## Requirement
Check every line of the records below for the string "Write" and copy the ones that have it.

[Stored data]

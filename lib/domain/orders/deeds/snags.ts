import { no, type Deeds, type Refusal } from '@/lib/domain/orders/deed';
import type { Facts, SnagFact } from '@/lib/domain/orders/facts';
import { ok } from '@/lib/domain/result';

/** What the partner meets on the part or the machine, and the sender's answer. */
export const SNAG_DEEDS: Deeds<'raise_snag' | 'approve_snag' | 'ask_snag' | 'reply_snag' | 'decline_snag'> = {
  raise_snag: (facts, { id, lineId, kind, words, proposal, priceMinor, days }) => {
    if (words.trim() === '') return no('Say what you met.');
    if (proposal.trim() === '') return no('Say what you propose.');
    if (lineId !== null && !facts.lines.some((line) => line.id === lineId))
      return no('That line is not on this order.');
    const snag: SnagFact = { id, lineId, state: 'raised', sizesDue: false, priceMinor, days };
    return ok({
      changes: [{ row: 'snag', snag, kind, words, proposal }],
      note: { snagId: id, kind, words, proposal, priceMinor, days },
    });
  },

  approve_snag: (facts, { snagId, words, newSizes }) => {
    const snag = open(facts, snagId);
    if (!snag) return gone();
    return ok({
      changes: [
        { row: 'snag_answer', snagId, answer: 'approve', words },
        { row: 'snag_set', snagId, state: 'approved', sizesDue: newSizes },
      ],
      note: { words, newSizes, priceMinor: snag.priceMinor, days: snag.days },
    });
  },

  ask_snag: (facts, { snagId, words }) => {
    if (!open(facts, snagId)) return gone();
    if (words.trim() === '') return no('Write what you want to know.');
    return ok({
      changes: [
        { row: 'snag_answer', snagId, answer: 'ask', words },
        { row: 'snag_set', snagId, state: 'asked', sizesDue: false },
      ],
      note: { words },
    });
  },

  reply_snag: (facts, { snagId, words }) => {
    if (open(facts, snagId)?.state !== 'asked') return no('Nothing was asked about that snag.');
    if (words.trim() === '') return no('Write the answer.');
    return ok({
      changes: [
        { row: 'snag_answer', snagId, answer: 'reply', words },
        { row: 'snag_set', snagId, state: 'raised', sizesDue: false },
      ],
      note: { words },
    });
  },

  decline_snag: (facts, { snagId, words, carryOn }) => {
    if (!open(facts, snagId)) return gone();
    if (words.trim() === '') return no('Say why.');
    return ok({
      changes: [
        { row: 'snag_answer', snagId, answer: carryOn ? 'decline_carry_on' : 'decline_stop', words },
        { row: 'snag_set', snagId, state: 'declined', sizesDue: false },
        ...(carryOn
          ? []
          : [
              {
                row: 'hold' as const,
                hold: {
                  ...{ id: snagId, lineId: null, reason: 'decision' as const, words },
                  ...{ waitsFor: 'sender' as const, placedBy: 'sender' as const },
                },
              },
            ]),
      ],
      note: { words, carryOn },
    });
  },
};

function open(facts: Facts, snagId: string): SnagFact | undefined {
  return facts.snags.find((snag) => snag.id === snagId && snag.state !== 'approved');
}

function gone(): { ok: false; problem: Refusal } {
  return no('That snag is answered already.');
}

## Solution to this task
    if (words.trim() === '') return no('Write what you want to know.');
    if (words.trim() === '') return no('Write the answer.');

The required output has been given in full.